:: DATA EXTRACT ::
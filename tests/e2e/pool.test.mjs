// Tracing in Web Workers (www/js/trace/pool.js) in a real browser: Debian's Chromium, headless,
// driven by playwright-core, on the speed-check page (www/bench.html exposes the pool to scripts
// as window.tirtraceBench.TracePool).
//
// Before:  cargo build                  (the native CLI, target/debug/tirtrace)
//          bash scripts/build.sh        (the wasm core into www/pkg)
//          npm ci --prefix tests/e2e
// Run:     node --test tests/e2e/pool.test.mjs
//
// Checks: a pooled run with 2 workers gives the native CLI's report field for field; updates
// come progressively (and an intermediate report equals a native run of that many rays); cancel
// stops a job; a new start() replaces the running job; a bad scenario gives the core's message
// naming the field; a worker that crashes or cannot start gives an error, not a hang; no request
// leaves the origin and nothing is logged as an error; a search's values traced as jobs of a
// find: true pool (and on the page) give `tirtrace study`'s report.

import assert from 'node:assert/strict';
import { spawnSync } from 'node:child_process';
import { existsSync, readFileSync } from 'node:fs';
import { join } from 'node:path';
import { after, before, describe, test } from 'node:test';

import { chromium } from 'playwright-core';

import { CHROMIUM, CHROMIUM_ARGS, CLI, ROOT, WWW, cli, startServer, stopServer } from './harness.mjs';

const SCENARIOS = join(ROOT, 'examples', 'scenarios');
/** Rays per batch in the core (src/trace.rs, BATCH_RAYS). */
const BATCH_RAYS = 4096;

// ---------------------------------------------------------------- helpers

/** An example scenario with its trace settings replaced, as JSON text. */
function scenarioText(name, trace) {
  const doc = JSON.parse(readFileSync(join(SCENARIOS, `${name}.json`), 'utf8'));
  doc.trace = { ...doc.trace, ...trace };
  return JSON.stringify(doc);
}

/** The native CLI's report for a scenario (`tirtrace trace - [args]`). */
function cliReport(text, args = []) {
  // The harness's runner: a report with 200 kept paths can pass spawnSync's default 1 MB buffer
  // (one ray trapped for thousands of reflections is enough).
  return JSON.parse(cli(['trace', '-', ...args], text));
}

/** The delivered share, every budget entry, then the whole report: equal, value for value. */
function assertSameReport(pooled, native, what) {
  assert.ok(native.delivered.share > 0, `${what}: the native run delivers some light`);
  assert.equal(pooled.delivered.share, native.delivered.share, `${what}: delivered share`);
  assert.equal(pooled.delivered.ci95, native.delivered.ci95, `${what}: delivered ci95`);
  assert.deepEqual(Object.keys(pooled.budget).sort(), Object.keys(native.budget).sort(), `${what}: budget entries`);
  for (const [key, entry] of Object.entries(native.budget)) {
    assert.equal(pooled.budget[key].share, entry.share, `${what}: budget.${key}.share`);
    assert.equal(pooled.budget[key].ci95, entry.ci95, `${what}: budget.${key}.ci95`);
  }
  assert.deepStrictEqual(pooled, native, `${what}: the whole report`);
}

/**
 * Set up the page side: one pool of 2 workers whose updates are all recorded (with the time
 * they came), and helpers to wait for them.
 */
function installPageHelpers() {
  const { TracePool } = window.tirtraceBench;
  const t = { updates: [] };
  t.record = (u) => t.updates.push({ ...u, at: performance.now() });
  t.pool = new TracePool({ size: 2, onUpdate: t.record });
  t.summary = (u) => {
    const { report, ...rest } = u;
    return { ...rest, reportRays: report ? report.rays : null };
  };
  /** The first recorded update matching `pred`, waiting up to `ms`. */
  t.waitFor = async (pred, ms, what) => {
    const deadline = performance.now() + ms;
    for (;;) {
      const u = t.updates.find(pred);
      if (u) return u;
      if (performance.now() > deadline) throw new Error(`no update ${what} within ${ms} ms`);
      await new Promise((r) => setTimeout(r, 10));
    }
  };
  t.finalOf = (job, ms = 60_000) => t.waitFor((u) => u.job === job && u.done, ms, `ending job ${job}`);
  t.firstOf = (job, ms = 60_000) => t.waitFor((u) => u.job === job, ms, `for job ${job}`);
  t.sleep = (ms) => new Promise((r) => setTimeout(r, ms));
  window.poolTest = t;
  return t.pool.ready().then(() => t.pool.size);
}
:::
**WHAT YOU SHOULD DO**. Every record shown above should be set down again exactly.

**WRITTEN SOLUTION**.
filename tests/e2e/pool.test.mjs
// Tracing in Web Workers (www/js/trace/pool.js) in a real browser: Debian's Chromium, headless,
// driven by playwright-core, on the speed-check page (www/bench.html exposes the pool to scripts
// as window.tirtraceBench.TracePool).
//
// Before:  cargo build                  (the native CLI, target/debug/tirtrace)
//          bash scripts/build.sh        (the wasm core into www/pkg)
//          npm ci --prefix tests/e2e
// Run:     node --test tests/e2e/pool.test.mjs
//
// Checks: a pooled run with 2 workers gives the native CLI's report field for field; updates
// come progressively (and an intermediate report equals a native run of that many rays); cancel
// stops a job; a new start() replaces the running job; a bad scenario gives the core's message
// naming the field; a worker that crashes or cannot start gives an error, not a hang; no request
// leaves the origin and nothing is logged as an error; a search's values traced as jobs of a
// find: true pool (and on the page) give `tirtrace study`'s report.

import assert from 'node:assert/strict';
import { spawnSync } from 'node:child_process';
import { existsSync, readFileSync } from 'node:fs';
import { join } from 'node:path';
import { after, before, describe, test } from 'node:test';

import { chromium } from 'playwright-core';

import { CHROMIUM, CHROMIUM_ARGS, CLI, ROOT, WWW, cli, startServer, stopServer } from './harness.mjs';

const SCENARIOS = join(ROOT, 'examples', 'scenarios');
/** Rays per batch in the core (src/trace.rs, BATCH_RAYS). */
const BATCH_RAYS = 4096;

// ---------------------------------------------------------------- helpers

/** An example scenario with its trace settings replaced, as JSON text. */
function scenarioText(name, trace) {
  const doc = JSON.parse(readFileSync(join(SCENARIOS, `${name}.json`), 'utf8'));
  doc.trace = { ...doc.trace, ...trace };
  return JSON.stringify(doc);
}

/** The native CLI's report for a scenario (`tirtrace trace - [args]`). */
function cliReport(text, args = []) {
  // The harness's runner: a report with 200 kept paths can pass spawnSync's default 1 MB buffer
  // (one ray trapped for thousands of reflections is enough).
  return JSON.parse(cli(['trace', '-', ...args], text));
}

/** The delivered share, every budget entry, then the whole report: equal, value for value. */
function assertSameReport(pooled, native, what) {
  assert.ok(native.delivered.share > 0, `${what}: the native run delivers some light`);
  assert.equal(pooled.delivered.share, native.delivered.share, `${what}: delivered share`);
  assert.equal(pooled.delivered.ci95, native.delivered.ci95, `${what}: delivered ci95`);
  assert.deepEqual(Object.keys(pooled.budget).sort(), Object.keys(native.budget).sort(), `${what}: budget entries`);
  for (const [key, entry] of Object.entries(native.budget)) {
    assert.equal(pooled.budget[key].share, entry.share, `${what}: budget.${key}.share`);
    assert.equal(pooled.budget[key].ci95, entry.ci95, `${what}: budget.${key}.ci95`);
  }
  assert.deepStrictEqual(pooled, native, `${what}: the whole report`);
}

/**
 * Set up the page side: one pool of 2 workers whose updates are all recorded (with the time
 * they came), and helpers to wait for them.
 */
function installPageHelpers() {
  const { TracePool } = window.tirtraceBench;
  const t = { updates: [] };
  t.record = (u) => t.updates.push({ ...u, at: performance.now() });
  t.pool = new TracePool({ size: 2, onUpdate: t.record });
  t.summary = (u) => {
    const { report, ...rest } = u;
    return { ...rest, reportRays: report ? report.rays : null };
  };
  /** The first recorded update matching `pred`, waiting up to `ms`. */
  t.waitFor = async (pred, ms, what) => {
    const deadline = performance.now() + ms;
    for (;;) {
      const u = t.updates.find(pred);
      if (u) return u;
      if (performance.now() > deadline) throw new Error(`no update ${what} within ${ms} ms`);
      await new Promise((r) => setTimeout(r, 10));
    }
  };
  t.finalOf = (job, ms = 60_000) => t.waitFor((u) => u.job === job && u.done, ms, `ending job ${job}`);
  t.firstOf = (job, ms = 60_000) => t.waitFor((u) => u.job === job, ms, `for job ${job}`);
  t.sleep = (ms) => new Promise((r) => setTimeout(r, ms));
  window.poolTest = t;
  return t.pool.ready().then(() => t.pool.size);
}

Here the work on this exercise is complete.